In my own country, Australia, arch-conservative leaders such as Prime Minister John Howard and Foreign Minister Alexander Downer have consistently refused to stand up for an Australian citizen, David Hicks, who has been held at the U.S. military prison at Guantanamo Bay in Cuba as an "unlawful combatant" for more than three years. Howard and Downer are therefore colluding with the American government in the illegal mistreatment of an Australian citizen. Were Hicks being held in Syria or North Korea, I am sure they would vigorously intervene on his behalf. The only principle by which they govern is expediency.
New regime of measures
The Australian Parliament has recently passed into law an entirely new regime of measures that allows the government to detain and interrogate suspects. And in the United States, despite robust attempts by human rights advocates to protect the liberties of Americans guaranteed in the Constitution, the Bush administration continues to defy domestic and international law in its methods of detention and interrogation.

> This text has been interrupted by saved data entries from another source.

"""Monte Carlo of startup: N parts per condition, integrated together, measured like silicon.

Common random numbers: the standard-normal draws depend only on ``seed`` and the sample index (one
fixed column per varied parameter, :data:`VARIED`), never on the conditions or the nominal values, so
differences between conditions or design changes are the physics, not the dice. Each sample is
measured by the same engine as a bench capture (labtool.measure: levels, crossings, verdict).
A sample whose integration or measurement fails is recorded with its parameters and the error
(``MonteCarloResult.failures``); the others go on. Behavioural model, not transistor-level sign-off.
"""

from __future__ import annotations

from dataclasses import dataclass, field
from typing import Sequence

import numpy as np
import pandas as pd

from labtool.execute import Scheduler, run_batch
from labtool.errors import ModelError
from labtool.measure import Limits, measure_outputs
from labtool.model.circuit import OUT, linear_ramp, make_circuit
from labtool.model.design import resolve_params
from labtool.model.integrator import integrate
from labtool.model.transient import default_stop

# Varied parameters, in the fixed order of the draw columns (changing it changes every sample).
VARIED = ("amp_offset_v", "is_dev_q1", "is_dev_q2", "is_dev_q3", "r_dev", "c_dev", "i_start_a",
          "leak_q1_a", "leak_q2_a", "leak_out_a")
_FIRST_STREAM = 7  # columns drawn from the seed's first stream (the original set); the leakages from a second
CHUNK = 2500  # samples integrated together in one batch item (bigger batches amortise numpy overhead)


def draws(n: int, seed: int) -> np.ndarray:
    """(n, len(VARIED)) standard-normal draws; sample i's row is the same for any n ≥ i + 1.

    The first seven columns come from ``default_rng(seed)``, the leakage columns from
    ``default_rng([seed, 1])``, so adding the leakages left every earlier draw as it was."""
    if n < 1:
        raise ModelError(f"Monte Carlo needs n ≥ 1 samples (got {n})")
    first = np.random.default_rng(seed).standard_normal((n, _FIRST_STREAM))
    second = np.random.default_rng([seed, 1]).standard_normal((n, len(VARIED) - _FIRST_STREAM))
    return np.hstack([first, second])


def sigmas(design) -> dict[str, float]:
    """The design's sigma of each varied parameter (its unit: see :func:`sampled_values`)."""
    d = design
    return {"amp_offset_v": d.sigma_offset_v, "is_dev_q1": d.sigma_is_rel, "is_dev_q2": d.sigma_is_rel,
            "is_dev_q3": d.sigma_is_rel, "r_dev": d.sigma_r_rel, "c_dev": d.sigma_c_rel,
            "i_start_a": d.sigma_i_start_rel, "leak_q1_a": d.sigma_leak_ln, "leak_q2_a": d.sigma_leak_ln,
            "leak_out_a": d.sigma_leak_ln}


def sampled_values(design, z: np.ndarray) -> dict[str, np.ndarray]:
    """Per-sample values of the varied parameters from the draws ``z`` (n, len(VARIED)) and the
    design's sigmas: offset additive (V); mismatch, resistors, capacitances relative (floored at
    −90 %); startup current relative (floored at zero); leakages log-normal."""
    d, s = design, sigmas(design)
    col = {name: z[:, k] for k, name in enumerate(VARIED)}
    rel = lambda name: np.maximum(getattr(d, name) + s[name] * col[name], -0.9)  # noqa: E731
    out = {"amp_offset_v": d.amp_offset_v + s["amp_offset_v"] * col["amp_offset_v"]}
    out.update({name: rel(name) for name in ("is_dev_q1", "is_dev_q2", "is_dev_q3", "r_dev", "c_dev")})
    out["i_start_a"] = d.i_start_a * np.maximum(1.0 + s["i_start_a"] * col["i_start_a"], 0.0)
    out.update({name: getattr(d, name) * np.exp(s[name] * col[name]) for name in ("leak_q1_a", "leak_q2_a",
                                                                                  "leak_out_a")})
    return out


def sample_population(design, n: int, seed: int) -> list:
    """``n`` designs with per-part variation (the same parts as :func:`monte_carlo` with this seed)."""
    values = sampled_values(design, draws(n, seed))
    return [design.replace(**{k: float(v[i]) for k, v in values.items()}) for i in range(n)]


@dataclass(frozen=True)
class MonteCarloResult:
    """Per-sample results (``samples``), samples that could not be simulated (``failures``: condition,
    sample, the varied parameters and the error) and per-condition summaries; behavioural model,
    not sign-off."""

    samples: pd.DataFrame
    seed: int
    failures: pd.DataFrame = field(default_factory=lambda: no_failures())

    def summary(self) -> pd.DataFrame:
        keys = ["ramp_s", "temperature_c"]
        conditions = sorted({*map(tuple, self.samples[keys].to_numpy().tolist()),
                             *map(tuple, self.failures[keys].to_numpy().tolist())})
        rows = []
        for ramp, temp in conditions:
            g = self.samples[(self.samples["ramp_s"] == ramp) & (self.samples["temperature_c"] == temp)]
            bad = self.failures[(self.failures["ramp_s"] == ramp) & (self.failures["temperature_c"] == temp)]
            rows.append({"ramp_s": ramp, "temperature_c": temp, **summarise(g, bad)})
        return pd.DataFrame(rows)


_FAILURE_COLUMNS = ["ramp_s", "temperature_c", "sample", "error", *VARIED]


def no_failures() -> pd.DataFrame:
    """An empty failures table (the columns of ``MonteCarloResult.failures``)."""
    return pd.DataFrame(columns=_FAILURE_COLUMNS)


def summarise(g: pd.DataFrame, failures: pd.DataFrame | None = None) -> dict:
    """n, p_stuck and the delay distribution of one condition's samples: the delays of samples whose
    output came up and stayed, summarised as every set-up is (labtool.stats.setups); ``n_failed``
    samples could not be simulated (not in n, not in p_stuck)."""
    from labtool.stats.setups import counted, quantiles

    q = quantiles(counted(g))
    counts = g["verdict"].value_counts()
    return {
        "n": int(len(g)), "p_stuck": float(g["stuck"].mean()) if len(g) else None, "n_stuck": int(g["stuck"].sum()),
        "delay_median_s": q.median, "delay_p05_s": q.p05, "delay_p95_s": q.p95,
        "delay_mean_s": q.mean, "delay_std_s": q.std,
        "verdicts": {str(k): int(v) for k, v in counts.items()},
        "n_failed": 0 if failures is None else int(len(failures)),
    }


def _integrate(design, ramp_s: float, temperature_c: float, values: dict[str, np.ndarray]):
    """The output waveforms of a batch of samples at one condition: (t, supply, outputs (B, n), steps)."""
    size = len(next(iter(values.values())))
    resolved = resolve_params({**design.values(), **values}, temperature_c)
    resolved["ramp_s"] = ramp_s
    circ = make_circuit(resolved, size, linear_ramp(design.vdd_v, ramp_s), (ramp_s,))
    rec = integrate(circ, default_stop(design, ramp_s), design.mc_points, (OUT,), rtol=design.rtol,
                    atol=design.atol_v)
    return rec.t_s, circ.supply(rec.t_s), rec.values[:, :, 0], rec.steps


def _one_line(exc: BaseException) -> str:
    return str(exc) if isinstance(exc, ModelError) else f"{type(exc).__name__}: {exc}"


def _measure(t, supply, outputs, limits: Limits, fit: bool) -> list[dict | str]:
    """A row per output, or the error message of an output that cannot be measured."""
    def row(r) -> dict:
        out = {"verdict": r.verdict, "delay_s": r.delay_s, "settle_s": r.settle_s, "overshoot_pct": r.overshoot_pct,
               "vout_final_v": r.vout_final_v}
        return {**out, "ring_hz": r.ring_hz, "damping": r.damping} if fit else out

    try:
        return [row(r) for r in measure_outputs(t, supply, outputs, limits, fit=fit)]
    except Exception:  # noqa: BLE001 -- find the output at fault; the others are measured as usual
        rows = []
        for o in outputs:
            try:
                rows.append(row(measure_outputs(t, supply, [o], limits, fit=fit)[0]))
            except Exception as exc:  # noqa: BLE001 -- one bad sample must not end the call
                rows.append(f"measurement failed: {_one_line(exc)}")
        return rows


def _simulate(design, ramp_s, temperature_c, values, limits, fit, index: np.ndarray) -> list[tuple[int, dict | str, int]]:
    """(sample position, row or error, steps) of the samples at ``index``. A batch whose integration fails
    is split in halves until the failing samples stand alone (a sample's result does not depend on its batch)."""
    try:
        with np.errstate(all="ignore"):  # non-finite trial steps are rejected by the integrator itself
            t, supply, outputs, steps = _integrate(design, ramp_s, temperature_c,
                                                   {k: v[index] for k, v in values.items()})
    except Exception as exc:  # noqa: BLE001 -- isolate the failing samples, keep the rest
        if index.size == 1:
            return [(int(index[0]), f"integration failed: {_one_line(exc)}", 0)]
        half = index.size // 2
        return (_simulate(design, ramp_s, temperature_c, values, limits, fit, index[:half])
                + _simulate(design, ramp_s, temperature_c, values, limits, fit, index[half:]))
    return list(zip(index.tolist(), _measure(t, supply, outputs, limits, fit), steps.tolist()))


_ROW_COLUMNS = ["verdict", "delay_s", "settle_s", "overshoot_pct", "vout_final_v"]


def _sample_frame(ramp_s, temperature_c, sample_ids, values, done: list[tuple[int, dict, int]], fit: bool) -> pd.DataFrame:
    """The samples table of one chunk from its (position, row, steps) of the samples that worked."""
    ok = [k for k, _, _ in done]
    frame = pd.DataFrame([row for _, row, _ in done], columns=_ROW_COLUMNS + (["ring_hz", "damping"] if fit else []))
    frame.insert(0, "sample", np.asarray(sample_ids, dtype=np.int64)[ok])
    frame.insert(0, "temperature_c", float(temperature_c))
    frame.insert(0, "ramp_s", float(ramp_s))
    frame.insert(3, "stuck", frame["verdict"] == "stuck_at_zero")
    frame["delay_s"] = frame["delay_s"].astype(float)
    for k, v in values.items():
        frame[k] = np.asarray(v, dtype=float)[ok]
    frame["steps"] = np.array([steps for _, _, steps in done], dtype=np.int64)
    return frame


def _run_chunk(item) -> tuple[pd.DataFrame, pd.DataFrame]:
    """Integrate and measure one chunk of samples at one condition (a picklable batch item):
    (rows of the samples that worked, rows of those that failed)."""
    design, ramp_s, temperature_c, sample_ids, values, limits, fit = item
    done = sorted(_simulate(design, ramp_s, temperature_c, values, limits, fit, np.arange(len(sample_ids))),
                  key=lambda d: d[0])
    good = [d for d in done if isinstance(d[1], dict)]
    bad = [(k, row) for k, row, _ in done if not isinstance(row, dict)]
    return (_sample_frame(ramp_s, temperature_c, sample_ids, values, good, fit),
            _failure_rows(ramp_s, temperature_c, np.asarray(sample_ids), values, bad))


def _failure_rows(ramp_s, temperature_c, sample_ids, values, bad: list[tuple[int, str]]) -> pd.DataFrame:
    rows = [{"ramp_s": float(ramp_s), "temperature_c": float(temperature_c), "sample": int(sample_ids[k]),
             "error": message, **{name: float(v[k]) for name, v in values.items()}} for k, message in bad]
    return pd.DataFrame(rows, columns=_FAILURE_COLUMNS) if rows else no_failures()


def run_samples(design, z: np.ndarray, *, conditions: Sequence[tuple[float, float]], sample_ids=None,
                limits: Limits | None = None, scheduler: Scheduler | None = None, chunk: int = CHUNK,
                fit: bool = False, seed: int = 0) -> MonteCarloResult:
    """Simulate and measure the parts given by the draws ``z`` (n, len(VARIED)) at every condition.
    ``sample_ids`` name the rows (default 0…n−1). Failing samples go to ``failures``; the call goes on."""
    if not conditions:
        raise ModelError("Monte Carlo needs at least one (ramp_s, temperature_c) condition")
    z = np.asarray(z, dtype=float)
    if z.ndim != 2 or z.shape[1] != len(VARIED):
        raise ModelError(f"Monte Carlo draws must have shape (n, {len(VARIED)}) (got {z.shape})")
    ids = np.arange(len(z)) if sample_ids is None else np.asarray(sample_ids, dtype=np.int64)
    values = sampled_values(design, z)
    limits = limits or Limits()
    items = [(design, float(r), float(t), ids[s:s + chunk], {k: v[s:s + chunk] for k, v in values.items()}, limits, fit)
             for r, t in conditions for s in range(0, len(z), chunk)]
    frames, failures = [], []
    for outcome in run_batch(_run_chunk, items, scheduler, what="monte carlo", unit="batch"):
        if outcome.ok:
            frames.append(outcome.value[0])
            failures.append(outcome.value[1])
        else:  # the item itself could not run (e.g. a lost worker): all its samples failed
            _, r, t, item_ids, item_values, _, _ = outcome.item
            frames.append(_sample_frame(r, t, item_ids, item_values, [], fit))
            failures.append(_failure_rows(r, t, item_ids, item_values, [(k, outcome.error) for k in range(len(item_ids))]))
    return MonteCarloResult(_concat(frames), seed, _concat(failures))


def _concat(frames: list[pd.DataFrame]) -> pd.DataFrame:
    """Row-wise concatenation that keeps the columns of empty frames (pandas warns about those)."""
    full = [f for f in frames if len(f)]
    return pd.concat(full, ignore_index=True) if full else frames[0].iloc[0:0].reset_index(drop=True)


def monte_carlo(design, *, conditions: Sequence[tuple[float, float]], n: int, seed: int,
                limits: Limits | None = None, scheduler: Scheduler | None = None,
                chunk: int = CHUNK, fit: bool = False) -> MonteCarloResult:
    """``n`` samples at each (ramp_s, temperature_c); the same parts (draws) at every condition.
    ``fit=True`` measures each sample with the full ``measure_arrays`` (adds ring_hz, damping; slower).
    Samples that cannot be simulated are listed in ``failures`` (and counted as ``n_failed``)."""
    return run_samples(design, draws(n, seed), conditions=conditions, limits=limits, scheduler=scheduler,
                       chunk=chunk, fit=fit, seed=seed)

If we could resurrect the body of Dzerzhinsky and ask him to express his motives, I am certain he would say that he was only trying to protect the integrity of the state from those who would do it harm. J. Edgar Hoover, who was director of the FBI 1924-72, and ever searching for subversives, particularly under the bed, was known as a practitioner of intimidation, blackmail and psychological torture of those he took a disliking to. And just as Iron Feliks' bust now adorns Moscow police headquarters, the FBI's headquarters bears the name of J. Edgar Hoover, thanks to a law signed by President Richard Nixon on May 4, 1972, two days before Hoover's death.
After studying Russian and Polish in the U.S., I went to Warsaw in 1966 for postgraduate study. That was a time when Poland was still under Soviet domination. I remember a Polish friend telling me that Dzerzhinsky was a true Polish hero.
"Really? Wasn't he on the wrong side?" I asked.
"Yes," my friend replied. "But all in all, no Pole killed more communists."
We today are obsessed with the question that both Dzerzhinsky and Hoover posited: Whose side are you on? There are true subversives in our society who would gladly see the curtailment of our freedoms. Some of them do fit the profile of the 21st-century terrorist. But others are in positions equivalent to Dzerzhinsky's and Hoover's.
We have to find a way of dealing with both types without forfeiting our rights in the process.